Furthermore, we have prepared a Pt/LSMO/MAO/Cu device. The switching characteristic is shown in Fig. 4. The Pt/LSMO/MAO/Cu device presents bipolar switching behavior and the extra compliance current is essential to realize the reproducibility of resistance switching. The LRS is far less than the resistance of LSMO, which proves the Cu filament can grow in the MAO layer when the LSMO works as a conductive buffer layer. The two current steps are obvious. It is because the Cu filament firstly grows in the MAO layer and then the Cu is electrochemical metalized in the polycrystalline LSMO layer.

Figure 4
figure 4

The I−V characteristics of the resistive switching for the Pt/LSMO/MAO/Cu device.

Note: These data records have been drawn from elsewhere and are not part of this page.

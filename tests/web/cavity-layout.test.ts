import { describe, expect, test } from 'vitest';
import { demoDesign } from '../../src/design/demo';
import type { Design } from '../../src/design/schema';
import { layOut, withMoved } from '../../web/state/cavity-layout';
import { withNewElement, withoutElement } from '../../web/state/parts';

const base = demoDesign as Design;
const design: Design = {
  ...base,
  rod: { ...base.rod, length: '10 mm', endCaps: { front: '0 mm', back: '0 mm' } },
  cavity: {
    ...base.cavity,
    elements: [
      { mirror: { radius: 'flat', transmission: '0.1 %', incidence: '0 deg' } },
      { space: '4 mm' },
      { rod: true },
      { space: '8.5 cm' },
      { mirror: { radius: '300 mm', transmission: '8 %', incidence: '0 deg' } },
    ],
  },
};
const lengthOf = (other: Design) => layOut(other).at(-1)!.to;
const spaces = (other: Design) => other.cavity.elements.flatMap(({ space }) => space ?? []);

describe('moving parts of the cavity', () => {
  test('the layout adds spaces and the rod', () => expect(lengthOf(design)).toBeCloseTo(0.099, 9));

  test('moving the rod keeps the length of the cavity', () => {
    const moved = withMoved(design, 2, 0.01);
    expect(spaces(moved)).toEqual(['14 mm', '7.5 cm']);
    expect(lengthOf(moved)).toBeCloseTo(0.099, 9);
  });

  test('moving the end mirror changes the length, in the unit the person wrote', () => {
    expect(spaces(withMoved(design, 4, 0.02))).toEqual(['4 mm', '10.5 cm']);
  });

  test('no space becomes shorter than nothing', () => {
    expect(spaces(withMoved(design, 2, -1))).toEqual(['0 mm', '8.9 cm']);
    expect(spaces(withMoved(design, 4, -1))).toEqual(['4 mm', '0 cm']);
  });

  test('an element put in and taken out again leaves the design as it was', () => {
    expect(withoutElement(withNewElement(design, 3, 'lens'), 3).cavity).toEqual(design.cavity);
  });
});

Based on the above analysis, the detailed mechanism of the filamentary resistive switching is proposed as the below four processes, as shown in Fig. 5. At the beginning, an external voltage overcomes the built-in electric field and the electrons compensate the holes in LSMO. Then, the electrons are locally trapped by Cu discrete nanoclusters (residual filaments) in the MAO layer4,26,30. Afterwards, the filaments initiated from the interface of MAO/Cu grow towards the inert electrode as discrete nanoclusters, according to the cathodic deposition reaction: Cu2++2e→Cu. Finally, the Cu filaments are dissolved by a reverse electric field and the device comes back HRS according to the reaction: Cu→Cu2++2e.

Figure 5
figure 5

Schematic diagram of the filament resistive switching: (a) the built-in field, (b) the SCLC conduction process, (c) the set process and (d) the reset process.

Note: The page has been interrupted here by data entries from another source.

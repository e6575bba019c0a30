import { findRoot } from '../numerics/root';
import { lowestPoint } from './lowest-point';
import { heatPumped, moduleVoltage, type ThermoelectricModule } from './thermoelectric';
import type { Thermopile } from './thermopile';

/** How finely the best current is sought, as a share of the range; the base, flat there, is then good to 1e-6 K. */
const CURRENT_SHARE = 3e-5;

/** Modules between the mount base and a hot side, all that a balance needs. Resistances in K/W. */
export interface Stack {
  pile: Thermopile;
  /** Base to cold junction: grease and ceramic. */
  coldResistance: number;
  /** Hot junction to the hot side's base. */
  hotResistance: number;
  /** Room air to base, W/K. */
  leakConductance: number;
  ambient: number;
  /** Base temperature of the hot-side cooler at a heat, K. */
  hotSide: (heat: number) => number;
}

/** A TEC in balance. */
export interface Balance {
  current: number;
  base: number;
  cold: number;
  hot: number;
  /** Taken at the cold junction: load and leak, W. */
  pumped: number;
  module: ThermoelectricModule;
  /** Electrical, W; negative when the module generates. */
  power: number;
}

/** Heat from the room into a base at a temperature, W. */
function leakInto(stack: Stack, base: number): number {
  return stack.leakConductance * (stack.ambient - base);
}

/** Hot junction temperature that the hot side gives to the heat of a balance, above the balance's own, K. */
function hotSideExcess(stack: Stack, { pumped, power, hot }: Balance): number {
  const rejected = pumped + power;
  return stack.hotSide(rejected) + rejected * stack.hotResistance - hot;
}

/** Repeats a balance with properties at its own mean junction temperature until that no longer moves. */
function withProperties(
  stack: Stack,
  start: number,
  solve: (module: ThermoelectricModule) => Balance,
): Balance {
  let mean = start;
  for (let round = 0; ; round++) {
    const balance = solve(stack.pile.at(mean));
    const next = 0.5 * (balance.cold + balance.hot);
    // Properties move by less than 1 % per kelvin, so 1e-9 K here is far below every other tolerance.
    if (Math.abs(next - mean) < 1e-9 || round === 30) return balance;
    mean = next;
  }
}

/** The hot junction temperature at which a current pumps `pumped` from a cold junction held at `cold`. */
function heldBalance(stack: Stack, current: number, base: number, pumped: number): Balance {
  const cold = base - pumped * stack.coldResistance;
  return withProperties(stack, cold, (module) => {
    const hot = cold + (heatPumped(module, current, cold, cold) - pumped) / module.conductance;
    const power = current * moduleVoltage(module, current, cold, hot);
    return { current, base, cold, hot, pumped, module, power };
  });
}

/** Where a search for the hot junction temperature begins; kept from one search to the next of a series. */
interface Start {
  hot: number;
  /** Change of the hot side's excess per kelvin of hot junction. */
  slope: number;
}

/** A start for the first search of a series: nothing fed back, so the excess falls as the junction rises. */
function firstStart(stack: Stack): Start {
  return { hot: stack.ambient, slope: -1 };
}

/**
 * Finds the hot junction temperature that hot side and modules agree on, by secant steps. Without a steady one
 * (the hot side warms faster than the heat it sheds: runaway) the answer is undefined.
 *
 * @param start where to begin; moved to the answer
 * @param balanceAt the modules' side of the balance at a given hot junction temperature
 */
function matchHotSide(stack: Stack, start: Start, balanceAt: (hot: number) => Balance): Balance | undefined {
  let { hot, slope } = start;
  let excess = hotSideExcess(stack, balanceAt(hot));
  for (let step = 0; step < 60; step++) {
    const last = hot;
    const lastExcess = excess;
    hot -= excess / slope;
    const balance = balanceAt(hot);
    excess = hotSideExcess(stack, balance);
    const move = hot - last;
    // Over a shorter move the rounding of two temperatures of some 300 K would spoil the slope.
    if (Math.abs(move) > 1e-6) slope = (excess - lastExcess) / move;
    if (!(slope < 0)) return undefined;
    if (Math.abs(excess) < 1e-5) {
      // The last step needs no check: it leaves its own square.
      start.hot = hot - excess / slope;
      start.slope = slope;
      return Math.abs(excess) < 1e-10 ? balance : balanceAt(start.hot);
    }
  }
  return undefined;
}

/** At a given current, the heat the modules take from a base at `base`. */
function pumpingAt(stack: Stack, current: number, base: number, start: Start): Balance | undefined {
  const { coldResistance } = stack;
  return matchHotSide(stack, start, (hot) =>
    withProperties(stack, hot, (module) => {
      const { seebeck, conductance } = module;
      const drop = 1 + coldResistance * (seebeck * current + conductance);
      const pumped = heatPumped(module, current, base, hot) / drop;
      const cold = base - pumped * coldResistance;
      return {
        current,
        base,
        cold,
        hot,
        pumped,
        module,
        power: current * moduleVoltage(module, current, cold, hot),
      };
    }),
  );
}

/** At a given current, the base temperature at which the modules take a given heat and the leak. */
export function floatAt(
  stack: Stack,
  current: number,
  heat: number,
  start = firstStart(stack),
): Balance | undefined {
  const { coldResistance, leakConductance, ambient } = stack;
  // Heat into the cold junction is at0 - slope Tc once the base is written by the junction.
  const share = 1 / (1 + leakConductance * coldResistance);
  const atZero = (heat + leakConductance * ambient) * share;
  const slope = leakConductance * share;
  return matchHotSide(stack, start, (hot) =>
    withProperties(stack, hot, (module) => {
      const { seebeck, resistance, conductance } = module;
      const joule = 0.5 * current * current * resistance;
      const cold = (atZero + joule + conductance * hot) / (seebeck * current + conductance + slope);
      const pumped = atZero - slope * cold;
      const base = cold + pumped * coldResistance;
      return {
        current,
        base,
        cold,
        hot,
        pumped,
        module,
        power: current * moduleVoltage(module, current, cold, hot),
      };
    }),
  );
}

/**
 * No search for the best current goes beyond this. At fixed junction temperatures Qc peaks at S Tc/R, and a hot
 * side only lowers that; half as much again leaves room for properties at other temperatures.
 */
function searchEnd(stack: Stack, highestCurrent: number): number {
  const { seebeck, resistance } = stack.pile.at(stack.ambient);
  return Math.min(highestCurrent, (1.5 * seebeck * stack.ambient) / resistance);
}

/**
 * The greatest heat that can be taken from a base at `base` with currents from 0 to `highestCurrent`, and the
 * current that does it. Negative when the base would need heat to stay that cold.
 */
export function greatestPumping(
  stack: Stack,
  base: number,
  highestCurrent: number,
): { heat: number; current: number } {
  const start = firstStart(stack);
  const negative = (current: number) => -(pumpingAt(stack, current, base, start)?.pumped ?? -Infinity);
  const end = searchEnd(stack, highestCurrent);
  const { x, value } = lowestPoint(negative, 0, end, CURRENT_SHARE * end);
  return { heat: -value - leakInto(stack, base), current: x };
}

/** The base held at `base`: the current between -highestCurrent and `strongest` that takes the heat. */
export function hold(
  stack: Stack,
  heat: number,
  base: number,
  strongest: number,
  highestCurrent: number,
): Balance | undefined {
  const pumped = heat + leakInto(stack, base);
  const excess = (current: number) => hotSideExcess(stack, heldBalance(stack, current, base, pumped));
  const atZero = excess(0);
  const tolerance = 1e-11 * highestCurrent;
  if (atZero === 0) return heldBalance(stack, 0, base, pumped);
  if (atZero > 0) {
    const atStrongest = excess(strongest);
    const current =
      atStrongest < 0
        ? findRoot(excess, 0, strongest, { tolerance, fa: atZero, fb: atStrongest })
        : strongest;
    return heldBalance(stack, current, base, pumped);
  }
  const atHeating = excess(-highestCurrent);
  if (atHeating <= 0) return undefined;
  const current = findRoot(excess, -highestCurrent, 0, { tolerance, fa: atHeating, fb: atZero });
  return heldBalance(stack, current, base, pumped);
}

/** The base as cold as currents from 0 to `highestCurrent` can make it under a heat. */
export function coldestBase(stack: Stack, heat: number, highestCurrent: number): Balance {
  const start = firstStart(stack);
  const base = (current: number) => floatAt(stack, current, heat, start)?.base ?? Infinity;
  const end = searchEnd(stack, highestCurrent);
  const { x } = lowestPoint(base, 0, end, CURRENT_SHARE * end);
  const balance = floatAt(stack, x, heat, start) ?? floatAt(stack, 0, heat);
  // Without current the modules only conduct, and that always has a steady state.
  if (!balance) throw new Error('a TEC without current has no steady state');
  return balance;
}

/** The base as warm as full heating current makes it, when even that leaves it below `base`. */
export function warmestBase(stack: Stack, heat: number, base: number, highestCurrent: number): Balance {
  const idle = floatAt(stack, 0, heat);
  if (!idle) throw new Error('a TEC without current has no steady state');
  const at = (temperature: number) =>
    heldBalance(stack, -highestCurrent, temperature, heat + leakInto(stack, temperature));
  const temperature = findRoot((t) => hotSideExcess(stack, at(t)), idle.base, base);
  return at(temperature);
}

The compliance current for the ECM resistive switching devices is critical. The LSMO bottom electrode possesses high self-resistance and can act as a series resistor to offer a compliance current to control the scale of Cu filaments which determines the reset current and power. The consumption of the STO/LSMO/MAO/Cu device can be effectively reduced by the application of LSMO bottom electrode, no longer need of an extra resistor.

Conclusion

We have studied the effect of epitaxial LSMO bottom electrode on the resistance switching of the STO/LSMO/MAO/Cu device. The resistance can be switched with no need for a compliance current because the LSMO electrode possesses high self-resistance to act as a series resistor. Furthermore, a much less reset power is achieved in the switching device with the LSMO bottom electrode. The origin of the resistance switching is demonstrated to be the formation of Cu filaments under external voltage.

Methods

A 5-nm-thick LSMO film was in situ grown by pulsed laser deposition (PLD) on a SrTiO3 (STO) (001) single crystal substrate at 750 °C and 0.1 mbar partial pressure of oxygen. A KrF excimer laser (λ = 248 nm) with a laser fluence of ~1 J/cm2 was used for ablating the high purity LSMO target (99.99%). After the growth, the sample was slowly cooled to room temperature in vacuum at a rate of 5 °C/min. A 10-nm-thick MgAl2O4 (MAO) memory layer was deposited on the LSMO bottom electrode by rf-magnetron sputtering at room temperature with the power of 60 W. Then, the thin film was annealed under O2 atmosphere for 10 minutes at 500 °C to reduce oxygen vacancies and induce the crystallization of MAO. A 200-nm-thick Cu top electrode was then deposited on the oxide heterostructure by dc-magnetron sputtering at room temperature with a shadow mask (the diameter = 200 μm). The R-T curve of STO/LSMO/Cu was measured by a Quantum Design Physical Properties Measurement System (PPMS). The switching characteristics were investigated using a Keithley 4200 semiconductor characterization system.

Additional Information

How to cite this article: Xu, Z. et al. Low-energy Resistive Random Access Memory Devices with No Need for a Compliance Current. Sci. Rep. 5, 10409; doi: 10.1038/srep10409 (2015).